The start_instance.py script has been updated to write the node classification information when it creates the instance file in the S3 bucket. That information is actually set in the start_instance.yaml file under the node key. All of the node classification information expected by the puppetmaster from the external node classifier script is set under the node key in start_instance.yaml. See the puppet external node documentation for more information on the information that can be provided by the external node script.

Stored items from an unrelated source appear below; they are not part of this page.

def estimated_source_view(system, survey, bands, scene=None) -> list[SourceView]:
    """Magnification and S/N of ``system``'s lensed source in ``bands`` without rendering the
    observation: the renderer's ray map and refined source samples
    (:class:`~simlens.imaging.rays.ComponentImages`) and its noiseless pixels
    (:func:`~simlens.imaging.observe.noiseless_pixels`: the band's PSF, pixel response), with the
    CCD equation's variance of sky, read noise and the lens light; no noise is drawn, no image of
    the source centre searched, nothing written."""
    from .imaging.observe import noiseless_pixels, unresampled_variance
    from .imaging.rays import ComponentImages
    from .imaging.render import observation_rays, pixel_grid_for
    from .imaging.scene import build_scene

    grid = pixel_grid_for(system, survey)
    scene = scene if scene is not None else build_scene(system)
    rays, sampling = observation_rays(scene.deflector, grid)
    components = ComponentImages(rays, sampling=sampling, adaptive=survey.adaptive_supersampling)
    components.prepare_lensed(scene.source_light[bands[0]])
    n, pad = grid.size, grid.padding
    centre = (np.arange(n) - 0.5 * (n - 1)) * grid.pixel_scale
    x, y = np.meshgrid(centre, centre)
    ox, oy = grid.lens_offset
    azimuth = np.arctan2(y - oy, x - ox)  # about the lens (the rays take x - offset, as PixelGrid)
    views = []
    for name in bands:
        band = system.band(name)
        light = scene.source_light[name]
        if light.flux <= 0:
            views.append(SourceView(name, math.nan, 0.0, 0.0, False))
            continue
        samples = components.render(light, lensed=True)
        pixels = np.clip(noiseless_pixels(samples, band, grid, sampling, compact=True), 0.0, None)
        lens = np.clip(noiseless_pixels(components.render(scene.lens_light[name], lensed=False), band, grid,
                                        sampling), 0.0, None)
        variance = unresampled_variance(band, lens + pixels)
        matched = float(np.sqrt(np.sum(pixels**2 / variance)))
        above = pixels > np.sqrt(variance)
        snr = float(pixels[above].sum() / math.sqrt(variance[above].sum())) if above.any() else 0.0
        m = samples.shape[0] // sampling
        intrinsic = samples.reshape(m, sampling, m, sampling).sum(axis=(1, 3))[pad:pad + n, pad:pad + n]
        bright = intrinsic > RING_LEVEL * intrinsic.max()
        coverage = np.unique(((azimuth[bright] + math.pi) / (2 * math.pi) * AZIMUTH_BINS).astype(int)).size
        views.append(SourceView(name, float(samples.sum()) / light.flux, snr, matched,
                                coverage >= RING_COVERAGE * AZIMUTH_BINS))
    return views
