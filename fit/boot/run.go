package boot

import (
	"runtime"
	"sync"
	"sync/atomic"
)

// Run calls the resample functions for b = 0 … n−1 on the given number of
// goroutines (0 means runtime.GOMAXPROCS(0)). newWorker is called once per
// goroutine and returns the function that does resample b with that
// goroutine's private buffers. As long as resample b depends only on b (seed
// its randomness with Stream.Reset and write its output to slot b), the
// results are bit-identical for any number of workers.
func Run(n, workers int, newWorker func() func(b int)) {
	if workers <= 0 {
		workers = runtime.GOMAXPROCS(0)
	}
	if workers > n {
		workers = n
	}
	if workers <= 1 {
		if n > 0 {
			do := newWorker()
			for b := 0; b < n; b++ {
				do(b)
			}
		}
		return
	}
	// Hand out resamples in chunks: few enough atomics to be cheap, small
	// enough to balance uneven refit times.
	const chunk = 16
	var next atomic.Int64
	var wg sync.WaitGroup
	for w := 0; w < workers; w++ {
		do := newWorker()
		wg.Add(1)
		go func() {
			defer wg.Done()
			for {
				lo := int(next.Add(chunk)) - chunk
				if lo >= n {
					return
				}
				for b := lo; b < min(lo+chunk, n); b++ {
					do(b)
				}
			}
		}()
	}
	wg.Wait()
}
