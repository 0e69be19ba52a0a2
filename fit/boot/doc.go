// Package boot holds the model-free parts of bootstrap inference: seeded
// per-resample random streams, a parallel driver whose results do not depend
// on the number of workers, and percentile and BCa intervals with jackknife
// acceleration (Efron 1987, JASA 82:171; DiCiccio & Efron 1996, Stat Sci
// 11:189; Efron & Tibshirani 1993, An Introduction to the Bootstrap, ch. 14).
package boot
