package boot

import (
	"math"

	"gonum.org/v1/gonum/stat/distuv"
)

var stdNormal = distuv.UnitNormal

// Quantile returns the q-quantile of the ascending sample by the (B + 1)q
// order-statistic rule (FACTS §6; Davison & Hinkley 1997, §5.2): the k-th
// smallest of B values with k = (B + 1)q, interpolated linearly between
// neighbouring order statistics and clamped to the first and last.
func Quantile(sorted []float64, q float64) float64 {
	B := len(sorted)
	if B == 0 || math.IsNaN(q) {
		return math.NaN()
	}
	k := float64(B+1) * q // 1-based position
	switch {
	case k <= 1:
		return sorted[0]
	case k >= float64(B):
		return sorted[B-1]
	}
	i := int(k) // 1 ≤ i < B
	f := k - float64(i)
	return sorted[i-1] + f*(sorted[i]-sorted[i-1])
}

// Percentile returns the percentile interval at the given confidence: the
// (1 − c)/2 and (1 + c)/2 quantiles of the ascending bootstrap sample.
func Percentile(sorted []float64, confidence float64) (lo, hi float64) {
	a := (1 - confidence) / 2
	return Quantile(sorted, a), Quantile(sorted, 1-a)
}

// BiasCorrection returns z₀ = Φ⁻¹(#{θ* < θ̂}/B), ties counted as half
// (FACTS §6, DiCiccio & Efron 1996, eq. 2.8).
func BiasCorrection(sorted []float64, theta float64) float64 {
	var below float64
	for _, v := range sorted {
		if v < theta {
			below++
		} else if v == theta {
			below += 0.5
		}
	}
	return stdNormal.Quantile(below / float64(len(sorted)))
}

// Acceleration returns the jackknife estimate of the BCa acceleration,
//
//	a = Σ(θ₍.₎ − θ₍ᵢ₎)³ / (6·[Σ(θ₍.₎ − θ₍ᵢ₎)²]^(3/2)),
//
// θ₍ᵢ₎ the leave-one-out estimates and θ₍.₎ their mean (Efron 1987, eq. 6.6;
// FACTS §6). It is 0 when the jackknife values are all equal.
func Acceleration(jack []float64) float64 {
	var mean float64
	for _, v := range jack {
		mean += v
	}
	mean /= float64(len(jack))
	var s2, s3 float64
	for _, v := range jack {
		d := mean - v
		s2 += d * d
		s3 += d * d * d
	}
	if s2 == 0 {
		return 0
	}
	return s3 / (6 * math.Pow(s2, 1.5))
}

// BCaLevels returns the adjusted quantile levels of the BCa interval,
//
//	αᵢ = Φ(z₀ + (z₀ + z_q)/(1 − a(z₀ + z_q))),  q = (1 ∓ c)/2
//
// (Efron 1987; DiCiccio & Efron 1996, eq. 2.3; FACTS §6).
func BCaLevels(z0, a, confidence float64) (lo, hi float64) {
	adj := func(q float64) float64 {
		zq := stdNormal.Quantile(q)
		s := z0 + zq
		return stdNormal.CDF(z0 + s/(1-a*s))
	}
	return adj((1 - confidence) / 2), adj((1 + confidence) / 2)
}

// BCa returns the BCa interval from the ascending bootstrap sample, the
// estimate and its jackknife values. When z₀ is not finite (every θ* on one
// side of θ̂) the interval is undefined and NaN is returned.
func BCa(sorted []float64, theta float64, jack []float64, confidence float64) (lo, hi float64) {
	z0 := BiasCorrection(sorted, theta)
	if math.IsInf(z0, 0) || math.IsNaN(z0) {
		return math.NaN(), math.NaN()
	}
	a1, a2 := BCaLevels(z0, Acceleration(jack), confidence)
	return Quantile(sorted, a1), Quantile(sorted, a2)
}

Review the start_instance.yaml file to make sure the S3 bucket name, the puppetmaster server IP and CA certificate are still valid for your own setup.

Start an instance:

./start_instance.py -c start_instance.yaml AMI_NUMBER

Following /var/log/syslog you should see something similar to this:

Apr 7 19:15:37 domU-12-31-39-07-D6-52 puppetmasterd[1644]: 77ad2a3c-5d52-4ca7-9fea-b99b767b09d0 has a waiting certificate request

The instance has booted and registered with the puppetmaster.

Apr 7 19:16:01 domU-12-31-39-07-D6-52 CRON[2188]: (root) CMD (/usr/local/bin/check_csr --log-level=debug https://mathiaz-puppet-nodes-1.s3.amazonaws.com)
Apr 7 19:16:02 domU-12-31-39-07-D6-52 check_csr[2189]: DEBUG: List of waiting csr: 77ad2a3c-5d52-4ca7-9fea-b99b767b09d0
Apr 7 19:16:02 domU-12-31-39-07-D6-52 check_csr[2189]: DEBUG: Checking 77ad2a3c-5d52-4ca7-9fea-b99b767b09d0
Apr 7 19:16:02 domU-12-31-39-07-D6-52 check_csr[2189]: DEBUG: Checking url https://mathiaz-puppet-nodes-1.s3.amazonaws.com/77ad2a3c-5d52-4ca7-9fea-b99b767b09d0
Apr 7 19:16:03 domU-12-31-39-07-D6-52 check_csr[2189]: INFO: Signing request: 77ad2a3c-5d52-4ca7-9fea-b99b767b09d0

The puppetmaster checked if the client request is expected and signs it.

Apr 7 19:17:39 domU-12-31-39-07-D6-52 node_classifier[2240]: DEBUG: Checking url https://mathiaz-puppet-nodes-1.s3.amazonaws.com/77ad2a3c-5d52-4ca7-9fea-b99b767b09d0
Apr 7 19:17:39 domU-12-31-39-07-D6-52 node_classifier[2240]: INFO: Getting node configuration: 77ad2a3c-5d52-4ca7-9fea-b99b767b09d0
Apr 7 19:17:39 domU-12-31-39-07-D6-52 node_classifier[2240]: DEBUG: Node configuration (77ad2a3c-5d52-4ca7-9fea-b99b767b09d0): classes: [login-allowed]
Apr 7 19:17:39 domU-12-31-39-07-D6-52 puppetmasterd[1644]: Compiled catalog for 77ad2a3c-5d52-4ca7-9fea-b99b767b09d0 in 0.01 seconds

The puppetmaster compiled a manifest for the client according to the information provided by the node classifier script.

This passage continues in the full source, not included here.